All of the data is to be restated word for word.

### Data listing
________

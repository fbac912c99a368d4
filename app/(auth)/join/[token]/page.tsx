import type { Metadata } from "next";
import { DeadLink } from "@/components/auth/dead-link";
import { SignOutButton } from "@/components/auth/sign-out-button";
import { JoinAsMeForm, JoinForm } from "@/components/team/join-form";
import { currentUserId } from "@/lib/web/session";
import { INVITATION_REFUSALS } from "@/lib/server/team/invitation-link";
import { joinView } from "@/lib/server/team/join-view";
import { ROLE_WORDS } from "@/lib/domain/team-words";
import { joinMe, joinNew } from "./actions";

// The token is in the address: keep it out of Referer headers and search engines.
export const metadata: Metadata = { title: "Join a farm", referrer: "no-referrer", robots: { index: false } };

const TITLES = { unknown: "This link does not work", used: "Already used", expired: "This invitation has expired" } as const;

export default async function JoinPage({ params }: { params: Promise<{ token: string }> }) {
  const { token } = await params;
  const inv = await joinView(token, await currentUserId());
  if (inv.state !== "open") {
    return <DeadLink title={TITLES[inv.state]} message={INVITATION_REFUSALS[inv.state]} next={{ href: "/sign-in", label: "Go to sign in" }} />;
  }
  const myEmail = inv.signedInAs;
  const role = ROLE_WORDS[inv.role];
  return (
    <>
      <div className="mb-6 flex items-center gap-3">
        <img src="/icon.svg" alt="" width={48} height={48} />
        <div>
          <p className="text-soil-700">Wormward</p>
          <h1 className="text-3xl font-bold tracking-tight text-soil-900">Join {inv.farmName}</h1>
        </div>
      </div>
      <p className="mb-6 text-soil-800">
        {inv.invitedByName ?? "An owner"} invited <strong className="break-all">{inv.email}</strong> as {inv.role === "owner" ? "an" : "a"}{" "}
        <strong>{role.name.toLowerCase()}</strong> ({role.does}).
      </p>
      {myEmail && myEmail.toLowerCase() === inv.email.toLowerCase() ? (
        <JoinAsMeForm token={token} farmName={inv.farmName} action={joinMe} />
      ) : myEmail ? (
        <div role="alert" className="space-y-3 rounded-2xl bg-white p-5 ring-1 ring-soil-300">
          <p>
            You are signed in as <strong className="break-all">{myEmail}</strong>, but this invitation is for <strong className="break-all">{inv.email}</strong>
            . Sign out, then open the link again.
          </p>
          <div className="rounded-xl bg-soil-800">
            <SignOutButton />
          </div>
        </div>
      ) : inv.hasAccount ? (
        <div className="space-y-3 rounded-2xl bg-white p-5 ring-1 ring-soil-300">
          <p>{inv.email} already has a Wormward account. Sign in, and you come back here to join.</p>
          <a
            href={`/sign-in?next=${encodeURIComponent(`/join/${token}`)}`}
            className="flex h-14 items-center justify-center rounded-xl bg-leaf-700 text-lg font-bold text-white"
          >
            Sign in to join
          </a>
        </div>
      ) : (
        <JoinForm token={token} email={inv.email} action={joinNew} />
      )}
    </>
  );
}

________

### Response below
repository fbac912c99a368d4
filename app/(auth)/join/[token]/page.tsx
import type { Metadata } from "next";
import { DeadLink } from "@/components/auth/dead-link";
import { SignOutButton } from "@/components/auth/sign-out-button";
import { JoinAsMeForm, JoinForm } from "@/components/team/join-form";
import { currentUserId } from "@/lib/web/session";
import { INVITATION_REFUSALS } from "@/lib/server/team/invitation-link";
import { joinView } from "@/lib/server/team/join-view";
import { ROLE_WORDS } from "@/lib/domain/team-words";
import { joinMe, joinNew } from "./actions";

// The token is in the address: keep it out of Referer headers and search engines.
export const metadata: Metadata = { title: "Join a farm", referrer: "no-referrer", robots: { index: false } };

const TITLES = { unknown: "This link does not work", used: "Already used", expired: "This invitation has expired" } as const;

export default async function JoinPage({ params }: { params: Promise<{ token: string }> }) {
  const { token } = await params;
  const inv = await joinView(token, await currentUserId());
  if (inv.state !== "open") {
    return <DeadLink title={TITLES[inv.state]} message={INVITATION_REFUSALS[inv.state]} next={{ href: "/sign-in", label: "Go to sign in" }} />;
  }
  const myEmail = inv.signedInAs;
  const role = ROLE_WORDS[inv.role];
  return (
    <>
      <div className="mb-6 flex items-center gap-3">
        <img src="/icon.svg" alt="" width={48} height={48} />
        <div>
          <p className="text-soil-700">Wormward</p>
          <h1 className="text-3xl font-bold tracking-tight text-soil-900">Join {inv.farmName}</h1>
        </div>
      </div>
      <p className="mb-6 text-soil-800">
        {inv.invitedByName ?? "An owner"} invited <strong className="break-all">{inv.email}</strong> as {inv.role === "owner" ? "an" : "a"}{" "}
        <strong>{role.name.toLowerCase()}</strong> ({role.does}).
      </p>
      {myEmail && myEmail.toLowerCase() === inv.email.toLowerCase() ? (
        <JoinAsMeForm token={token} farmName={inv.farmName} action={joinMe} />
      ) : myEmail ? (
        <div role="alert" className="space-y-3 rounded-2xl bg-white p-5 ring-1 ring-soil-300">
          <p>
            You are signed in as <strong className="break-all">{myEmail}</strong>, but this invitation is for <strong className="break-all">{inv.email}</strong>
            . Sign out, then open the link again.
          </p>
          <div className="rounded-xl bg-soil-800">
            <SignOutButton />
          </div>
        </div>
      ) : inv.hasAccount ? (
        <div className="space-y-3 rounded-2xl bg-white p-5 ring-1 ring-soil-300">
          <p>{inv.email} already has a Wormward account. Sign in, and you come back here to join.</p>
          <a
            href={`/sign-in?next=${encodeURIComponent(`/join/${token}`)}`}
            className="flex h-14 items-center justify-center rounded-xl bg-leaf-700 text-lg font-bold text-white"
          >
            Sign in to join
          </a>
        </div>
      ) : (
        <JoinForm token={token} email={inv.email} action={joinNew} />
      )}
    </>
  );
}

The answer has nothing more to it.